Collected data entries
* * *

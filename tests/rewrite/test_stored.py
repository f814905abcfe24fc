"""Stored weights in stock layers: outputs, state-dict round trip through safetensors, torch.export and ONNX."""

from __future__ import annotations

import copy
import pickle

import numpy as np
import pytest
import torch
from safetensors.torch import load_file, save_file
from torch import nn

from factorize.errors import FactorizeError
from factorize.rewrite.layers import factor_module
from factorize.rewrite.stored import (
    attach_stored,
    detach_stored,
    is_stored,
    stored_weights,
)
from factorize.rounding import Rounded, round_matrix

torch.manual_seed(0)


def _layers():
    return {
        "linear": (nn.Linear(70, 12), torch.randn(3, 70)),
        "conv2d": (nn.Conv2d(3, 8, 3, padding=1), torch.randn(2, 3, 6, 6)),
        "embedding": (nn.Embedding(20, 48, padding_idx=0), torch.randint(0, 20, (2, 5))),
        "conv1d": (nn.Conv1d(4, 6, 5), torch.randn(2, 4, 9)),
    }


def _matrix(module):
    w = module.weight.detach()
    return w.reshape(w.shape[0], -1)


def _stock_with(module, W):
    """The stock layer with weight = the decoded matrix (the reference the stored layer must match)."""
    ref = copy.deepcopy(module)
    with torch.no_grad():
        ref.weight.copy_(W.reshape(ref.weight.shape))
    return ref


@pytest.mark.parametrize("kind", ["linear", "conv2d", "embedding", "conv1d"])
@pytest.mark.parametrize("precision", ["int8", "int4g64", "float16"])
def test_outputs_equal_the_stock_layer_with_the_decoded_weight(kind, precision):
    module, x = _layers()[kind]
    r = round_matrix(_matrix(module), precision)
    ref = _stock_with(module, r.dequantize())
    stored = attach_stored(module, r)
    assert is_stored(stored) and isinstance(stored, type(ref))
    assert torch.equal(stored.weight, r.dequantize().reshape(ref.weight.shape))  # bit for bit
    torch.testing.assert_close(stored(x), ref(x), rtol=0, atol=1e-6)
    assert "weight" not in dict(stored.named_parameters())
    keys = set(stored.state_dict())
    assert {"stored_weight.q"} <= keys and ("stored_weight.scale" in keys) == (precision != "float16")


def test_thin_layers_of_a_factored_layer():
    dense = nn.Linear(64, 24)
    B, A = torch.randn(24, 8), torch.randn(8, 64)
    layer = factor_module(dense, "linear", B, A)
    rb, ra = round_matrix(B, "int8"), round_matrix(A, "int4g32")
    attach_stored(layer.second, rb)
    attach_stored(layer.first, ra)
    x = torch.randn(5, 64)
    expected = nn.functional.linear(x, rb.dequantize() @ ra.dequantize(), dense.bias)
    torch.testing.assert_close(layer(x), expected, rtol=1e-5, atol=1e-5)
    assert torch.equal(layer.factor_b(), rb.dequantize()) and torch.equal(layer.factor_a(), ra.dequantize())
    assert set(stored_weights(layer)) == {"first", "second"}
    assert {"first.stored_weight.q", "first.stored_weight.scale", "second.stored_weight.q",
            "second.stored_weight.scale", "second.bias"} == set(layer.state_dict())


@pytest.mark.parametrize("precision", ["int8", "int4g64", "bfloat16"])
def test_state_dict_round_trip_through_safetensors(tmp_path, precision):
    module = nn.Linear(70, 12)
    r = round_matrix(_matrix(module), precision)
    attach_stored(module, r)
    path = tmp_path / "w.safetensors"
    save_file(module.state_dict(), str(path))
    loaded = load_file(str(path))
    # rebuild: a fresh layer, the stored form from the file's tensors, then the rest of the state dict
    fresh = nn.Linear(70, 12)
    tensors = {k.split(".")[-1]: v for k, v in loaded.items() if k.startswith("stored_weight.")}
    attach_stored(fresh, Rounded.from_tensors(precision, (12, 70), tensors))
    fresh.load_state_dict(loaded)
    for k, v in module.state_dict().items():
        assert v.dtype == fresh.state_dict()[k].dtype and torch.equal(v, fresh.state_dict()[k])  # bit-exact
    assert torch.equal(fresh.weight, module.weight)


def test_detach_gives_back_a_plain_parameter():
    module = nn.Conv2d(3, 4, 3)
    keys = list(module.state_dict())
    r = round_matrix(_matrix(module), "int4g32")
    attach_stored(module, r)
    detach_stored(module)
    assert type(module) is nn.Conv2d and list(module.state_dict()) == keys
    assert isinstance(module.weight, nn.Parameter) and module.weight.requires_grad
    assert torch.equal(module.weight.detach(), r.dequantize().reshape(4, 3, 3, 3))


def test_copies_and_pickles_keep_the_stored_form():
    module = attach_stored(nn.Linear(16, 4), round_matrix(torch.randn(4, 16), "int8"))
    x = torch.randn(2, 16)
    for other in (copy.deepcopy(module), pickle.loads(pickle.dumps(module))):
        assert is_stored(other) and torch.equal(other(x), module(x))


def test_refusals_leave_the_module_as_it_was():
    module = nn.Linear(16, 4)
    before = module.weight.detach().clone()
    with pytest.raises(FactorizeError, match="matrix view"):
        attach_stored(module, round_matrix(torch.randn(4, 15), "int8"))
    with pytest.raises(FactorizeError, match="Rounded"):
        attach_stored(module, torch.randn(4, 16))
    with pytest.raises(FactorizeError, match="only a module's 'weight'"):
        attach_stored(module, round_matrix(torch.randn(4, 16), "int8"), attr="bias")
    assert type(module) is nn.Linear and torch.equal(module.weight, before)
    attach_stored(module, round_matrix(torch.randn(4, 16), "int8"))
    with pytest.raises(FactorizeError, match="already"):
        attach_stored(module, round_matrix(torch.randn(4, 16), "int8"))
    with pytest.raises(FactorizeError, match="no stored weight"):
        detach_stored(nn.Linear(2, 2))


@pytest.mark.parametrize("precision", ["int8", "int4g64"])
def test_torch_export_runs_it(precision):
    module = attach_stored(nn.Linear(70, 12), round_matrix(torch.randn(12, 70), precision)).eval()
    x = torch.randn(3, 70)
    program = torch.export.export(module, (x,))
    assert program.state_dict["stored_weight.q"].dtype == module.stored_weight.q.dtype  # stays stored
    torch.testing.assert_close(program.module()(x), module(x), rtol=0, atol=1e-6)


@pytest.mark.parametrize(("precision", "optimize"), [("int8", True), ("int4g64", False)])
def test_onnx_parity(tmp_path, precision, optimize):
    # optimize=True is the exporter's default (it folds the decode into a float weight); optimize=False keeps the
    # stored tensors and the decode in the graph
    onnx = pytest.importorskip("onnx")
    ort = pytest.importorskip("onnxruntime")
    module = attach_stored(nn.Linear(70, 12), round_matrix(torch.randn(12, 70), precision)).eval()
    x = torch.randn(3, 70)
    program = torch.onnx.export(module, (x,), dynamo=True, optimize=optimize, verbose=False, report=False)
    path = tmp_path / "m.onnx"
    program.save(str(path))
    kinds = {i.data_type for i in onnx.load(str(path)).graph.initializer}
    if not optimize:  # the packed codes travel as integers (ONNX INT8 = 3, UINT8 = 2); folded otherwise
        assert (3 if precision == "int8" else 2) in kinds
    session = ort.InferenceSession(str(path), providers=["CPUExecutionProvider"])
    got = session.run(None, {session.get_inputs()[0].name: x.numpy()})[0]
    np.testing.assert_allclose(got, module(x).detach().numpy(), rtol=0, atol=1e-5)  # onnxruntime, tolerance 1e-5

* * *

ACTIVITY: What is needed is an exact copy of the lines above, from the one containing "keys = list(module.state_dict())" through the one containing "assert type(module) is nn.Conv2d", with nothing added.

TASK ANSWER:
    keys = list(module.state_dict())
    r = round_matrix(_matrix(module), "int4g32")
    attach_stored(module, r)
    detach_stored(module)
    assert type(module) is nn.Conv2d and list(module.state_dict()) == keys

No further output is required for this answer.